Stone Town is a labyrinth. The narrow coral-walled lanes of this UNESCO World Heritage city have no car access, no signage that makes sense on first encounter, and a density of human history — Arab, Persian, Indian, Portuguese, Omani, British — compressed into buildings that lean towards each other overhead. Somewhere in that labyrinth, set in a restored historic mansion on Tharia Street that the staff will guide you to if you can find the entrance, is Emerson Spice Hotel. On its rooftop is the Tea House. And the Tea House is the finest restaurant in Stone Town, arguably the finest in Zanzibar.
The format is fixed and deliberate. Sundowners are served on the rooftop terrace from 18:00, as the sun descends behind the minarets and the call to prayer drifts across the city. At 19:00 precisely, the first of seven courses arrives. The tasting menu — a Taste Safari, in the hotel's nomenclature — is built around Zanzibar's freshest seafood: octopus marinated in coconut and tamarind, kingfish cured with local spices, prawn bisque enriched with cloves from the island's own farms, lobster with a sauce that draws on the Persian trade routes that once brought Iranian merchants to this shore. The indigenous plants and spice garden are not decorative — they are ingredients. The island's culinary heritage is the menu.
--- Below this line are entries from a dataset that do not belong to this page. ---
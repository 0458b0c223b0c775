/**
 * Element selection on a line with disabled (failed) elements (docs/conventions.md §9).
 *
 * Indices are 0-based positions on the full line: element m sits at m·d (d in wavelengths),
 * whether or not its neighbours are enabled. A selection never renumbers elements.
 *
 * Which elements a method uses (the rule, also in docs/imperfect-arrays.md):
 *  - MUSIC, Bartlett and MVDR evaluate a(θ) at any positions, so they use every enabled element
 *    at its true position ('enabled-true-positions'), as long as no step needs a uniform line.
 *  - ESPRIT (all three variants) needs two identical subarrays displaced by d, and root-MUSIC needs
 *    a(θ) to be powers of one z; both need a uniform line. They use the longest contiguous run of
 *    enabled elements ('longest-contiguous-run'; on a tie, the run nearest element 0).
 *  - Spatial smoothing, the single-snapshot arrangement and forward–backward averaging need a
 *    uniform line too, so with any of them every method uses the longest run.
 * With no element disabled the selection is the whole line ('all').
 */
import { DoaInputError } from './errors';
import { SPECTRAL_METHODS, type DoaMethod } from './methods/registry';
import { stochasticCrb } from './bounds/crb';

export type ElementSelectionKind = 'all' | 'enabled-true-positions' | 'longest-contiguous-run';

export interface ElementSelection {
  kind: ElementSelectionKind;
  /** The elements used, 0-based indices on the full line, ascending. */
  indices: number[];
  /** Elements of the full line. */
  lineElements: number;
  /** Enabled elements, 0-based, ascending. */
  enabled: number[];
}

/** Checks a list of enabled elements: integers, strictly ascending, inside [0, M), at least 2. */
export function checkEnabledIndices(
  enabled: readonly number[],
  lineElements: number,
  name = 'elementIndices',
): number[] {
  if (!Array.isArray(enabled)) throw new DoaInputError('bad-option', `${name} must be a list of element indices`);
  for (let i = 0; i < enabled.length; i++) {
    const v = enabled[i];
    if (!Number.isInteger(v) || v < 0 || v >= lineElements)
      throw new DoaInputError(
        'bad-option',
        `${name}[${i}] = ${String(v)} is not an element index from 0 to ${lineElements - 1}`,
      );
    if (i > 0 && v <= enabled[i - 1])
      throw new DoaInputError(
        'bad-option',
        `${name} must be strictly ascending; ${name}[${i}] = ${v} follows ${enabled[i - 1]}`,
      );
  }
  if (enabled.length < 2)
    throw new DoaInputError(
      'too-few-elements',
      `${name} keeps ${enabled.length} element(s); an estimate needs at least 2`,
    );
  return enabled.slice();
}

/** The longest run of consecutive indices in an ascending list (the first one on a tie). */
export function longestContiguousRun(enabled: readonly number[]): number[] {
  let bestStart = 0;
  let bestLength = 0;
  let start = 0;
  for (let i = 0; i <= enabled.length; i++) {
    if (i === enabled.length || (i > start && enabled[i] !== enabled[i - 1] + 1)) {
      if (i - start > bestLength) {
        bestLength = i - start;
        bestStart = start;
      }
      start = i;
    }
  }
  return enabled.slice(bestStart, bestStart + bestLength);
}

/** Enabled element indices (0-based) from per-element states; missing `enabled` counts as enabled. */
export function enabledIndicesOf(states: readonly { enabled?: boolean }[]): number[] {
  const out: number[] = [];
  states.forEach((s, i) => {
    if (!s || s.enabled !== false) out.push(i);
  });
  return out;
}

/** True when a step of the options needs a uniform line (smoothing, single-snapshot, forward–backward). */
export function needsUniformLine(options: {
  forwardBackward?: boolean;
  smoothingSubarray?: number;
  singleSnapshot?: boolean;
}): boolean {
  return Boolean(options.forwardBackward) || options.smoothingSubarray !== undefined || Boolean(options.singleSnapshot);
}

/** The elements `method` uses on a line of `lineElements` with `enabled` elements (see the header). */
export function selectElements(
  method: DoaMethod,
  enabled: readonly number[],
  lineElements: number,
  options: { forwardBackward?: boolean; smoothingSubarray?: number; singleSnapshot?: boolean } = {},
): ElementSelection {
  const list = checkEnabledIndices(enabled, lineElements);
  if (list.length === lineElements) return { kind: 'all', indices: list, lineElements, enabled: list };
  if (SPECTRAL_METHODS.has(method) && !needsUniformLine(options))
    return { kind: 'enabled-true-positions', indices: list, lineElements, enabled: list };
  const run = longestContiguousRun(list);
  if (run.length < 2)
    throw new DoaInputError(
      'too-few-elements',
      `${method} needs a run of at least 2 adjacent enabled elements; no two enabled elements are adjacent`,
    );
  return { kind: 'longest-contiguous-run', indices: run, lineElements, enabled: list };
}

/** 1-based element list for people: "1–9", "3, 5, 7–12". */
export function describeElements(indices: readonly number[]): string {
  const parts: string[] = [];
  let i = 0;
  while (i < indices.length) {
    let j = i;
    while (j + 1 < indices.length && indices[j + 1] === indices[j] + 1) j++;
    parts.push(
      j === i
        ? `${indices[i] + 1}`
        : j === i + 1
          ? `${indices[i] + 1}, ${indices[j] + 1}`
          : `${indices[i] + 1}–${indices[j] + 1}`,
    );
    i = j + 1;
  }
  return parts.join(', ');
}

/** One sentence saying which elements a selection used (no bound figures; the run layer adds those). */
export function describeSelection(method: DoaMethod, s: ElementSelection): string {
  const disabled: number[] = [];
  for (let m = 0, j = 0; m < s.lineElements; m++) {
    if (s.enabled[j] === m) j++;
    else disabled.push(m);
  }
  const off = `element${disabled.length === 1 ? '' : 's'} ${describeElements(disabled)} disabled`;
  if (s.kind === 'enabled-true-positions')
    return `${method} used the ${s.indices.length} enabled elements at their true positions (${off} on the ${s.lineElements}-element line)`;
  if (s.kind === 'longest-contiguous-run')
    return `${method} used the longest contiguous run of enabled elements, ${describeElements(s.indices)} (${s.indices.length} of ${s.lineElements}; ${off}), because it needs a uniform line`;
  return `${method} used all ${s.lineElements} elements`;
}

export interface SubsetCost {
  /** Largest ratio over the sources of the CRB std on the enabled elements to that on the full line. */
  enabledVsFullLine: number;
  /** The same for the elements the method used against the enabled elements (1 when it used them all). */
  usedVsEnabled: number;
}

/**
 * What a selection costs in the stochastic CRB (Stoica & Nehorai 1990, uncorrelated sources) at
 * the given bearings, powers and noise: ratios of √CRB, the largest over the sources.
 */
export function subsetCrbCost(input: {
  spacingWavelengths: number;
  bearingsDeg: readonly number[];
  sourcePowers: readonly number[];
  noisePower: number;
  snapshots: number;
  selection: ElementSelection;
}): SubsetCost {
  const { selection: s, ...rest } = input;
  const bound = (indices?: readonly number[]) =>
    stochasticCrb({ ...rest, elements: s.lineElements, ...(indices ? { elementIndices: indices } : {}) }).stdDeg;
  const worst = (a: Float64Array, b: Float64Array) => a.reduce((w, v, i) => Math.max(w, v / b[i]), 0);
  const full = bound();
  const enabled = s.enabled.length === s.lineElements ? full : bound(s.enabled);
  const used = s.indices.length === s.enabled.length ? enabled : bound(s.indices);
  return { enabledVsFullLine: worst(enabled, full), usedVsEnabled: worst(used, enabled) };
}

/** The cost as a sentence for the 'element-subset' warning. */
export function describeSubsetCost(s: ElementSelection, cost: SubsetCost): string {
  const e = `At the estimated bearings and powers the CRB on the ${s.enabled.length} enabled elements is ${cost.enabledVsFullLine.toFixed(2)}× that of the full ${s.lineElements}-element line`;
  if (s.kind !== 'longest-contiguous-run') return `${e}.`;
  return `${e}, and on the ${s.indices.length}-element run ${cost.usedVsEnabled.toFixed(2)}× that of the enabled elements (standard deviations, worst source).`;
}
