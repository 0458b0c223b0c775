'use client';
import { useState } from 'react';
import { useRouter } from 'next/navigation';
import { Button } from '@/components/ui/button';
import { apiSend } from '@/lib/client/fetcher';

export function DeleteDatasetButton({ id, name }: { id: number; name: string }) {
  const router = useRouter();
  const [busy, setBusy] = useState(false);
  const [error, setError] = useState<string | null>(null);
  return (
    <span className="flex items-center gap-2">
      {error ? (
        <span role="alert" className="text-xs text-coral-700">
          {error}
        </span>
      ) : null}
      <Button
        variant="danger"
        disabled={busy}
        onClick={async () => {
          if (
            !window.confirm(
              `Delete dataset "${name}" and its stored file? Runs keep its checksum but cannot be re-run.`,
            )
          )
            return;
          setBusy(true);
          try {
            await apiSend('DELETE', `/api/v1/datasets/${id}`);
            router.push('/datasets');
            router.refresh();
          } catch (e) {
            setError((e as Error).message);
            setBusy(false);
          }
        }}
      >
        Delete
      </Button>
    </span>
  );
}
The setting is what elevates this from very good to extraordinary. The rooftop looks in every direction across the low coral-and-lime roofline of Stone Town: minarets, the Arab Fort, the harbour where dhows still anchor in the old manner, and beyond it all, the Indian Ocean fading into darkness as the evening deepens. Twenty-five guests sit at low tables in the Swahili manner — cushioned, lantern-lit, with the warm night air carrying the scent of cloves and frangipani from the gardens below. There is no other restaurant in East Africa where the setting so completely supports the food, and where both so completely support the experience of the place in which you are sitting.
Reservations are essential and should be made well in advance during peak season (June–October, December–February). The restaurant operates a single evening seating with a fixed two-course window. Dietary restrictions can be accommodated with advance notice. Dress smart; the rooftop is an occasion.